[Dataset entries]
((
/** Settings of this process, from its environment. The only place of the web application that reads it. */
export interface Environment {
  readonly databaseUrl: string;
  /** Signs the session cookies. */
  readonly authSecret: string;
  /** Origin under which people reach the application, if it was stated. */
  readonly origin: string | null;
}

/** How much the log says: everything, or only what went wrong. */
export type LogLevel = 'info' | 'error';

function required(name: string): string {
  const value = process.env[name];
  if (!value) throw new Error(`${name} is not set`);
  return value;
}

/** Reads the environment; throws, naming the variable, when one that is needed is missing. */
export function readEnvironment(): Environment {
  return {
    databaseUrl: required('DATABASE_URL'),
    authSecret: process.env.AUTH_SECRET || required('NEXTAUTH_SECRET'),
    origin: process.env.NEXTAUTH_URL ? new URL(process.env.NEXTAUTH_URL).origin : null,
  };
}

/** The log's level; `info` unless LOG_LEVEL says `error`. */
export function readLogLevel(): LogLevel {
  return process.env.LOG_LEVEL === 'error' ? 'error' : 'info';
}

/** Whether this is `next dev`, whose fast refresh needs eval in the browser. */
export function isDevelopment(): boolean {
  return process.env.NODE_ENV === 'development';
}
))
((
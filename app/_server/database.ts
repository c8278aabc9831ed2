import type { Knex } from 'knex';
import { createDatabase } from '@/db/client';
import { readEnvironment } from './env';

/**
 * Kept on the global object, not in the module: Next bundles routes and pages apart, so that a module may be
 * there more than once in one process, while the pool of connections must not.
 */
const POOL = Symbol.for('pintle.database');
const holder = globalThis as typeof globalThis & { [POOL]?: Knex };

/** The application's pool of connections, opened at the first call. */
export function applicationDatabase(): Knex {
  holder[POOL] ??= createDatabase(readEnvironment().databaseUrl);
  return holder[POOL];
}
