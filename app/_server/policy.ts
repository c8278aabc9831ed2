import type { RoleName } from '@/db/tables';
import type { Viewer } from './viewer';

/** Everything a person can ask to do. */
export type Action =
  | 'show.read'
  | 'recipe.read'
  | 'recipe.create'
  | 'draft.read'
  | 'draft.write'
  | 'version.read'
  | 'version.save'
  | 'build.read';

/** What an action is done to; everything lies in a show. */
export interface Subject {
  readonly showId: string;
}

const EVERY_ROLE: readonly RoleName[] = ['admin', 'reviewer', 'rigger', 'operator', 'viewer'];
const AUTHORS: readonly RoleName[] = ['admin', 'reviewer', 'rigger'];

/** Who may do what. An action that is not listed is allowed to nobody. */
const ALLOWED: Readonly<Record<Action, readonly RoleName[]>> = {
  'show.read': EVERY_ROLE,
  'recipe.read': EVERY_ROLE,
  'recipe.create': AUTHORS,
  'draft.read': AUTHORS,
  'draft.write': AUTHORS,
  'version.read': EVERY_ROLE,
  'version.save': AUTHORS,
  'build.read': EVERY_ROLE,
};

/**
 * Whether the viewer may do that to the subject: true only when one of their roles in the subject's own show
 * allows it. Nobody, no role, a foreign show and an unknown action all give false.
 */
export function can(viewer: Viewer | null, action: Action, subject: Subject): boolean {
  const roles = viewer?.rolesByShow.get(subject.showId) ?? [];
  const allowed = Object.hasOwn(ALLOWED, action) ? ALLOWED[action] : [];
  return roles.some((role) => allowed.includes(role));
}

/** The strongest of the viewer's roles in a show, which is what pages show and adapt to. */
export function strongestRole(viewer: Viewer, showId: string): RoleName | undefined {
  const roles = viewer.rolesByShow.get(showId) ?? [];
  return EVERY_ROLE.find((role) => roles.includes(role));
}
))
((
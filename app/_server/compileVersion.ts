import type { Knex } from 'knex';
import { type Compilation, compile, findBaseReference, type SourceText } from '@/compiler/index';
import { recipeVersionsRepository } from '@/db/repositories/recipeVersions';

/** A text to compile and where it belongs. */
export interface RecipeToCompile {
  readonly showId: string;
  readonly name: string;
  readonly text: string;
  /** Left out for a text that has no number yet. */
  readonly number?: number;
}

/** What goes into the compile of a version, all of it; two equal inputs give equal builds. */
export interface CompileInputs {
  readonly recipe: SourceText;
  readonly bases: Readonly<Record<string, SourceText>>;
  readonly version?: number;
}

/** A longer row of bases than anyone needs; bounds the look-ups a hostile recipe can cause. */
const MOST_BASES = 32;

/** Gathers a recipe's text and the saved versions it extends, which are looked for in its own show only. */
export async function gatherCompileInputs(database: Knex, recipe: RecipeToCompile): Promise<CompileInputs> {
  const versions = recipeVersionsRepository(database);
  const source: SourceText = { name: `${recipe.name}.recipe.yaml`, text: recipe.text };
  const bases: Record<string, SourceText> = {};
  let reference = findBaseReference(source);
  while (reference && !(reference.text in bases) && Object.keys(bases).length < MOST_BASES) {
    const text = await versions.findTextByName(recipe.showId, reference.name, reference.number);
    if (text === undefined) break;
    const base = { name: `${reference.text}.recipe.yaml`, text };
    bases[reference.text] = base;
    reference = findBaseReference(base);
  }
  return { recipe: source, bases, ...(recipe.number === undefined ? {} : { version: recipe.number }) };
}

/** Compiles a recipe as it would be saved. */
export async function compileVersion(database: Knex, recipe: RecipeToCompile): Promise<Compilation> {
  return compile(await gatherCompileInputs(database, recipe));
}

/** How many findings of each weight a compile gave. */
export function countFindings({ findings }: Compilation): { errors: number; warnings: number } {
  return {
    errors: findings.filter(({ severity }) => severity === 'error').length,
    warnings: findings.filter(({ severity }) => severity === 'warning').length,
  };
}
))
Looking at the data above, return every line from the one with "can cause. */" down to the one with "while (reference &&", exactly and inclusively.

/** A longer row of bases than anyone needs; bounds the look-ups a hostile recipe can cause. */
const MOST_BASES = 32;

/** Gathers a recipe's text and the saved versions it extends, which are looked for in its own show only. */
export async function gatherCompileInputs(database: Knex, recipe: RecipeToCompile): Promise<CompileInputs> {
  const versions = recipeVersionsRepository(database);
  const source: SourceText = { name: `${recipe.name}.recipe.yaml`, text: recipe.text };
  const bases: Record<string, SourceText> = {};
  let reference = findBaseReference(source);
  while (reference && !(reference.text in bases) && Object.keys(bases).length < MOST_BASES) {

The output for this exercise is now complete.